_Material for the task_

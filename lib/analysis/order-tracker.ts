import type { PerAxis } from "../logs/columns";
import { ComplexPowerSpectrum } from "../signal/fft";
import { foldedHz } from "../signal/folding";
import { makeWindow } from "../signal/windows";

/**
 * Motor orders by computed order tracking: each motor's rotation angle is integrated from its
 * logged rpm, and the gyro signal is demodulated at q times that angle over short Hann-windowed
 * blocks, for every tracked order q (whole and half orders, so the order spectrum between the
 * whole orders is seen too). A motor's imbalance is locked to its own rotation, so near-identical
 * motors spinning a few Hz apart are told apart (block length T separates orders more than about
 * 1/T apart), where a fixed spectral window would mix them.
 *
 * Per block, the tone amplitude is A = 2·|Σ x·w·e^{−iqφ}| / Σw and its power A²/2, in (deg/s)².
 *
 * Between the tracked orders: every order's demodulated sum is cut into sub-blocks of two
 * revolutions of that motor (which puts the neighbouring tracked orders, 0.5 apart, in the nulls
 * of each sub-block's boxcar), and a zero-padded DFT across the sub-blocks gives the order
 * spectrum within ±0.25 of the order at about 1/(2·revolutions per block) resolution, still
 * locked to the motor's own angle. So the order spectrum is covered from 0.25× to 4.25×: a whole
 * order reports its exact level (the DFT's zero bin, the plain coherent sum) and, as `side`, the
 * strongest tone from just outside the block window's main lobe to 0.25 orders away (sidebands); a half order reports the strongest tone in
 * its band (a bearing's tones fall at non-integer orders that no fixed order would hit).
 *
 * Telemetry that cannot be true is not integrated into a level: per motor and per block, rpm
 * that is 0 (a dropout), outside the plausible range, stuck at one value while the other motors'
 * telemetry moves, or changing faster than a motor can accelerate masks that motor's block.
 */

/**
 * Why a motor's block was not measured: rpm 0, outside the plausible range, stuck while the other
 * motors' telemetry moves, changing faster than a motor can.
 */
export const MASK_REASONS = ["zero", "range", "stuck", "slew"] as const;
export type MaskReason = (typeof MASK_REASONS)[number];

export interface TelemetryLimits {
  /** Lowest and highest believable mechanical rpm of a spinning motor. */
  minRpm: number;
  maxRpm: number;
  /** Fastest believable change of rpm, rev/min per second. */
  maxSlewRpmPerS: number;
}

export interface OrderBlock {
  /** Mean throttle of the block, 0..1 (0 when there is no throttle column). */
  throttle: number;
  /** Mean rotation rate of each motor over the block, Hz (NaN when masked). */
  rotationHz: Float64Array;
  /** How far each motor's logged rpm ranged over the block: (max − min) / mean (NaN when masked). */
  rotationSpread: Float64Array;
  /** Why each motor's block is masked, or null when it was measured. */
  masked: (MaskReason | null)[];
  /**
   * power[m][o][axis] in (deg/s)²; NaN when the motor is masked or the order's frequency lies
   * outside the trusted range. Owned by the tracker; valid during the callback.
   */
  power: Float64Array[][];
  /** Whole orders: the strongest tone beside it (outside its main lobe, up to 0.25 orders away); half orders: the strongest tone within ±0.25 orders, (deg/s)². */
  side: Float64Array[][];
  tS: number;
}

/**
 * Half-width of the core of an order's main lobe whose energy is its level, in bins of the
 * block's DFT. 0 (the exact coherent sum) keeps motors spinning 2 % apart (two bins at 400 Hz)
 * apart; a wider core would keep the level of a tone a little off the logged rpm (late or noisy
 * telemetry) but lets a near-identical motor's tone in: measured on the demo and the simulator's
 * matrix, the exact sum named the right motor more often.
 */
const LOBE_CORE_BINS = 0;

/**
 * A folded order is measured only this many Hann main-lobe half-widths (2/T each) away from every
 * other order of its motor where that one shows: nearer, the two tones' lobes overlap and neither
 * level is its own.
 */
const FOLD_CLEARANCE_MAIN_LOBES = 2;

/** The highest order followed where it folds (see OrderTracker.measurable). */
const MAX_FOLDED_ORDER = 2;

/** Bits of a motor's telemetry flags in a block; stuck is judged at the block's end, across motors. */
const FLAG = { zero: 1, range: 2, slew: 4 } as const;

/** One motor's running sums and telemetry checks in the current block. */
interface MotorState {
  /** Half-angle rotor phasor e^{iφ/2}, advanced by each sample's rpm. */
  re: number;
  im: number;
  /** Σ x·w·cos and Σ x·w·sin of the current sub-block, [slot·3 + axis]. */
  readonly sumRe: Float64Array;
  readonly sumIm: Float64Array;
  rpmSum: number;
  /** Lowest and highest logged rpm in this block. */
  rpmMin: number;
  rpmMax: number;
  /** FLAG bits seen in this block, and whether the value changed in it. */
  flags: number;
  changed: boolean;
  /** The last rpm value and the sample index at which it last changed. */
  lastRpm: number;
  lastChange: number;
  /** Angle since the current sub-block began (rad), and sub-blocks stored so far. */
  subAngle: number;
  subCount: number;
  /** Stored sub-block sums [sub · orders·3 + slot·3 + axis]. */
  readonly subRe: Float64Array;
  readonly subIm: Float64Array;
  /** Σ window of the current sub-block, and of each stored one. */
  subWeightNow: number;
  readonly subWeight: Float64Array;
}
---
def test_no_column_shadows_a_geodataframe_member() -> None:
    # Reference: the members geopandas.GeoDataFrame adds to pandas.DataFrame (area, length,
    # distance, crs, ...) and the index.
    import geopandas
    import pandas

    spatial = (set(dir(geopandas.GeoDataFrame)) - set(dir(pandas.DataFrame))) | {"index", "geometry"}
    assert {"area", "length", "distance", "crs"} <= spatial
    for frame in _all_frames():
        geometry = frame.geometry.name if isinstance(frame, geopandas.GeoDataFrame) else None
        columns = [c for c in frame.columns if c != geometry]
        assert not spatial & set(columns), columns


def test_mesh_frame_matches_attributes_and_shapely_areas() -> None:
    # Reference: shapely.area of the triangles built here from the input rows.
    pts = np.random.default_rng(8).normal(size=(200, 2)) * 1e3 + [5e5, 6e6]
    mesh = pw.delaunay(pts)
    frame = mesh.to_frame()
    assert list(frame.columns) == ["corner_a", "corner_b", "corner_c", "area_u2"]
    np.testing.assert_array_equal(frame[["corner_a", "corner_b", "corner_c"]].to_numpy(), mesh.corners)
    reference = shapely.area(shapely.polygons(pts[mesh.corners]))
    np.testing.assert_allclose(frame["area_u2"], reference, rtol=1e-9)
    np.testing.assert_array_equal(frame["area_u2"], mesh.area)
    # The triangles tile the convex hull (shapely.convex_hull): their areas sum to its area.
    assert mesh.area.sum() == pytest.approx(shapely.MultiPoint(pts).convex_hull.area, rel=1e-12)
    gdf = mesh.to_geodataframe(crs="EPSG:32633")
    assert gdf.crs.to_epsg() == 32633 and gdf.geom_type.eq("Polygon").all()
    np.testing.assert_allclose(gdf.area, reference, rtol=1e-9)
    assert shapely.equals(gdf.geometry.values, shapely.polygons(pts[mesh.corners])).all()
==
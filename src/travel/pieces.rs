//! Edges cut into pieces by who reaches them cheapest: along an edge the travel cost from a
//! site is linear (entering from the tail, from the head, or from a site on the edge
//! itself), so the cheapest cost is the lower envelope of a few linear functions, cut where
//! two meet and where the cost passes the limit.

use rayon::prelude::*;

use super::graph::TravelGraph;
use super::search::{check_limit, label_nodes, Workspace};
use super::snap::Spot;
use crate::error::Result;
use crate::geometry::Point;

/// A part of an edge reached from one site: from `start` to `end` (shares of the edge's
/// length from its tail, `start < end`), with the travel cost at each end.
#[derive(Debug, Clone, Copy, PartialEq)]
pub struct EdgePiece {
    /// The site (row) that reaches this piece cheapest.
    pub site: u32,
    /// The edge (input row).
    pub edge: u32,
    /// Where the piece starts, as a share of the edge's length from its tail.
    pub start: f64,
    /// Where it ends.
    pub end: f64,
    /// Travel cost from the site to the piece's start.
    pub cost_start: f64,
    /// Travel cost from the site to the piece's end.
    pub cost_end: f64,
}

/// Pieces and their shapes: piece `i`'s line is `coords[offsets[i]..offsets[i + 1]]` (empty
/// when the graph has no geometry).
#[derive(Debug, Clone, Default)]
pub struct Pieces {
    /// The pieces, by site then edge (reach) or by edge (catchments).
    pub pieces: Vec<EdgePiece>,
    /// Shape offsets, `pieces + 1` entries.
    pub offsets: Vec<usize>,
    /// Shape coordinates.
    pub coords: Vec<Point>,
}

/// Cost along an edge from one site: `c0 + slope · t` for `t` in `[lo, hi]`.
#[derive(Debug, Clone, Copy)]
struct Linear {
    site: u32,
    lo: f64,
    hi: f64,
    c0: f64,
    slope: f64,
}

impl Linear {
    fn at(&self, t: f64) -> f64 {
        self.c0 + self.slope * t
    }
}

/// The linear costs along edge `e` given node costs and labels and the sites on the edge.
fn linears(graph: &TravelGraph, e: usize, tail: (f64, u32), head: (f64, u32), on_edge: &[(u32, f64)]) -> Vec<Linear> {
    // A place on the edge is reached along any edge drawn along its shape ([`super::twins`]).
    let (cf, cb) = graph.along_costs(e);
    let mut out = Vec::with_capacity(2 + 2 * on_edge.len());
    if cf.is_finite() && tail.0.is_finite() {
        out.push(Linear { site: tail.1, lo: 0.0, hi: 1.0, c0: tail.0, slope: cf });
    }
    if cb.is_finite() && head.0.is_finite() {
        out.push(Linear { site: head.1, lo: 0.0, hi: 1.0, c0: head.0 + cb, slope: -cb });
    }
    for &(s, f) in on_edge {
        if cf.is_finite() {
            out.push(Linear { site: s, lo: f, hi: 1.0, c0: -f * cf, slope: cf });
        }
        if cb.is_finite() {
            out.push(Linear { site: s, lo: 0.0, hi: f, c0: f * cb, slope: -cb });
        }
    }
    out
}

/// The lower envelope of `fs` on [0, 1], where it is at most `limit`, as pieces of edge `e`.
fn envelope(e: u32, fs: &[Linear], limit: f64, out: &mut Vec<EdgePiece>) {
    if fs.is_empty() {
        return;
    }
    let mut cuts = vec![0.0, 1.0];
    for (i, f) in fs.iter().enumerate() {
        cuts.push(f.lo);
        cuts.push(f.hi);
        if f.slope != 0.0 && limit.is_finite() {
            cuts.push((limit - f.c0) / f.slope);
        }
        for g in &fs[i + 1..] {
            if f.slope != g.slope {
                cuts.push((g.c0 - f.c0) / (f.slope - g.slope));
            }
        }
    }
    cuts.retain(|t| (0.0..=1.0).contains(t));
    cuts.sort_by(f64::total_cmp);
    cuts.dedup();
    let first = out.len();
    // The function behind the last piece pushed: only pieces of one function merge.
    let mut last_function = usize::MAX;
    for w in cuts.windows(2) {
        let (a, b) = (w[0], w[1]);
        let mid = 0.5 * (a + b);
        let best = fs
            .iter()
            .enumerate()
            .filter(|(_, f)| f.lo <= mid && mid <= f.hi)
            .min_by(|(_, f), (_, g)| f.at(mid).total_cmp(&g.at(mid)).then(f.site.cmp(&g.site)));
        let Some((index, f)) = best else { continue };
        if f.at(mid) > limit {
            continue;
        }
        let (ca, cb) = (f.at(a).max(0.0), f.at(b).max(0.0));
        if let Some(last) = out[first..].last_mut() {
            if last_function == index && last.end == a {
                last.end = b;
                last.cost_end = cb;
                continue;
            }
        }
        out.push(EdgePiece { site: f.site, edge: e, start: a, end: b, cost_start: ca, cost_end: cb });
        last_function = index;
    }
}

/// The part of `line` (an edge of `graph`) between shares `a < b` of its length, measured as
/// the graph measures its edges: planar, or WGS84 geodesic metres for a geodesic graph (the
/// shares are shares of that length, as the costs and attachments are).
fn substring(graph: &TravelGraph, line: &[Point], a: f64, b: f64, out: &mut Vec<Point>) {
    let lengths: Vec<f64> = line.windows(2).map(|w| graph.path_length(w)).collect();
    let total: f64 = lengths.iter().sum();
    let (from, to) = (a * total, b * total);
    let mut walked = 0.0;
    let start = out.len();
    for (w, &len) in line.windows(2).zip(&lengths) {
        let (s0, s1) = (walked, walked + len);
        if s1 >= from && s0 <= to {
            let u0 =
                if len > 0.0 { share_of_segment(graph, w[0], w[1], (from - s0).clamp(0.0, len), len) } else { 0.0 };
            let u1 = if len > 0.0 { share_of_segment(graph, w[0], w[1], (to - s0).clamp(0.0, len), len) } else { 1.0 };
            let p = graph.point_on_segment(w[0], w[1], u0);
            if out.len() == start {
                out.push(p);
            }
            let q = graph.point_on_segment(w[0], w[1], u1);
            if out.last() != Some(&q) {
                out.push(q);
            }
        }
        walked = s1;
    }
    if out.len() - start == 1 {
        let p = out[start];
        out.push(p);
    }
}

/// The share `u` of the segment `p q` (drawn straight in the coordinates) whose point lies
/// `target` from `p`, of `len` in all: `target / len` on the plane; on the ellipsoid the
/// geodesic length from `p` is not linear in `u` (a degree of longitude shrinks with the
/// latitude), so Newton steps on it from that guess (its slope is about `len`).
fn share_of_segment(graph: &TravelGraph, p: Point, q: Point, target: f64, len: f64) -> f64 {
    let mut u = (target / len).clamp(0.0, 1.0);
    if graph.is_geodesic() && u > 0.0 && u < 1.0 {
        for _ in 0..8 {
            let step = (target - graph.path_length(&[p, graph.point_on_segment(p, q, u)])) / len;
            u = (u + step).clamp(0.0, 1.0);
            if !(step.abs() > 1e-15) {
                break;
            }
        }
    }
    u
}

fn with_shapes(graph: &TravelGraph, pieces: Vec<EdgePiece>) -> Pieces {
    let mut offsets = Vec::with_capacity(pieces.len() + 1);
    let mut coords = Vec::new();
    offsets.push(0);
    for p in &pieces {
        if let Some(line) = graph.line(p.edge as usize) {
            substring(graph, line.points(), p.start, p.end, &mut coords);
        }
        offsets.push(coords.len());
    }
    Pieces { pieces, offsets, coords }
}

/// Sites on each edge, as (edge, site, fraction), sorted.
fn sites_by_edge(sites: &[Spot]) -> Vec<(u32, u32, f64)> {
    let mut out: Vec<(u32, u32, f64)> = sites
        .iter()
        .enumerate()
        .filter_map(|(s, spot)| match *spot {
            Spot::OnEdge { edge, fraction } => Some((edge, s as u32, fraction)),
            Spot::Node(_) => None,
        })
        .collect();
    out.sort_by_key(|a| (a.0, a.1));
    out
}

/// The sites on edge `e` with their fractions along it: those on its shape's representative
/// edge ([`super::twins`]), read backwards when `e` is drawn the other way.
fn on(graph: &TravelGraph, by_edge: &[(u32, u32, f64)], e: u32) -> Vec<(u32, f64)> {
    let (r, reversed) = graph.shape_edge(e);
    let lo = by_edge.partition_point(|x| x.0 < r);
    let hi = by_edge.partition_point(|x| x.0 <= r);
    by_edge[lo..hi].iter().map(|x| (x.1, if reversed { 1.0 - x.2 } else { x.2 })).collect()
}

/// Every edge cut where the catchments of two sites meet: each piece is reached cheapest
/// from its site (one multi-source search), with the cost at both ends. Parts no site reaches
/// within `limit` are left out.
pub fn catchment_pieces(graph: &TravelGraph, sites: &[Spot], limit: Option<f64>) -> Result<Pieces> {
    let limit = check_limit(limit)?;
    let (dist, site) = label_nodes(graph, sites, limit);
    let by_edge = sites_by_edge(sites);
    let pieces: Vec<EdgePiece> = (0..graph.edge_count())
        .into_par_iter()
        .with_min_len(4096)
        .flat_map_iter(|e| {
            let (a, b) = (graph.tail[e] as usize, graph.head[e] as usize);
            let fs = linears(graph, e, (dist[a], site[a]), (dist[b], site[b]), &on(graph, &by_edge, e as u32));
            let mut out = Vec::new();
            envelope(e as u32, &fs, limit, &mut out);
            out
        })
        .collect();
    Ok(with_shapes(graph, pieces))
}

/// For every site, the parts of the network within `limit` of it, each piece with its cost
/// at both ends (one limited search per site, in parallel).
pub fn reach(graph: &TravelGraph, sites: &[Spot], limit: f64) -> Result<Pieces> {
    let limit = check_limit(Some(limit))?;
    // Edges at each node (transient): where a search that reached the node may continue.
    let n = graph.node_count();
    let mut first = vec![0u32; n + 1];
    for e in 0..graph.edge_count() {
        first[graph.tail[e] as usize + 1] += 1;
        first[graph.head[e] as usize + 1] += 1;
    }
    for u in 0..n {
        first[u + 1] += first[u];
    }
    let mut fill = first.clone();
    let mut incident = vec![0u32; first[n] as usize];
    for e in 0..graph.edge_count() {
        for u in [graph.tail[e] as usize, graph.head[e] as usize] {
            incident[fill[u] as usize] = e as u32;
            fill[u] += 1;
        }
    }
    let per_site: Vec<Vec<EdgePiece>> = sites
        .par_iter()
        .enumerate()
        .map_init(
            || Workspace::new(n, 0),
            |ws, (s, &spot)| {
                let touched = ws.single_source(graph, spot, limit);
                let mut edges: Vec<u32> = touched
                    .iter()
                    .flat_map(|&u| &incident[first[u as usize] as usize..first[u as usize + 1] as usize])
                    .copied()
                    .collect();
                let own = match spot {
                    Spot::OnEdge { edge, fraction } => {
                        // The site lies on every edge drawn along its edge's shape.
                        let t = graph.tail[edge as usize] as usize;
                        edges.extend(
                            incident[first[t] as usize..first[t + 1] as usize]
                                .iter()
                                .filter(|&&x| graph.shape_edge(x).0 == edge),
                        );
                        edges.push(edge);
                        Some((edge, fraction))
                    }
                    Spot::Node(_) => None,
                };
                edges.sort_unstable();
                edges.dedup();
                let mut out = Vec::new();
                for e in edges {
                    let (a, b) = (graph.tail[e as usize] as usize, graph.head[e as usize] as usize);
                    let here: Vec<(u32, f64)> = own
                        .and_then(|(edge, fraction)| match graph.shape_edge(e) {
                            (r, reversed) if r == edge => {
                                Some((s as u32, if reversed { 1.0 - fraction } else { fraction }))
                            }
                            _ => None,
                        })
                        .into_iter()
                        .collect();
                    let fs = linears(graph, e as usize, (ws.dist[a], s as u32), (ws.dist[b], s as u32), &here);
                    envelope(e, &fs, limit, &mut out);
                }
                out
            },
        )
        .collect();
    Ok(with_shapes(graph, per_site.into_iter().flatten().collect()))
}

_Work order_
Show every line of the entries above where the word "locked" occurs.

_Exercise response_
 * whole orders is seen too). A motor's imbalance is locked to its own rotation, so near-identical
 * locked to the motor's own angle. So the order spectrum is covered from 0.25× to 4.25×: a whole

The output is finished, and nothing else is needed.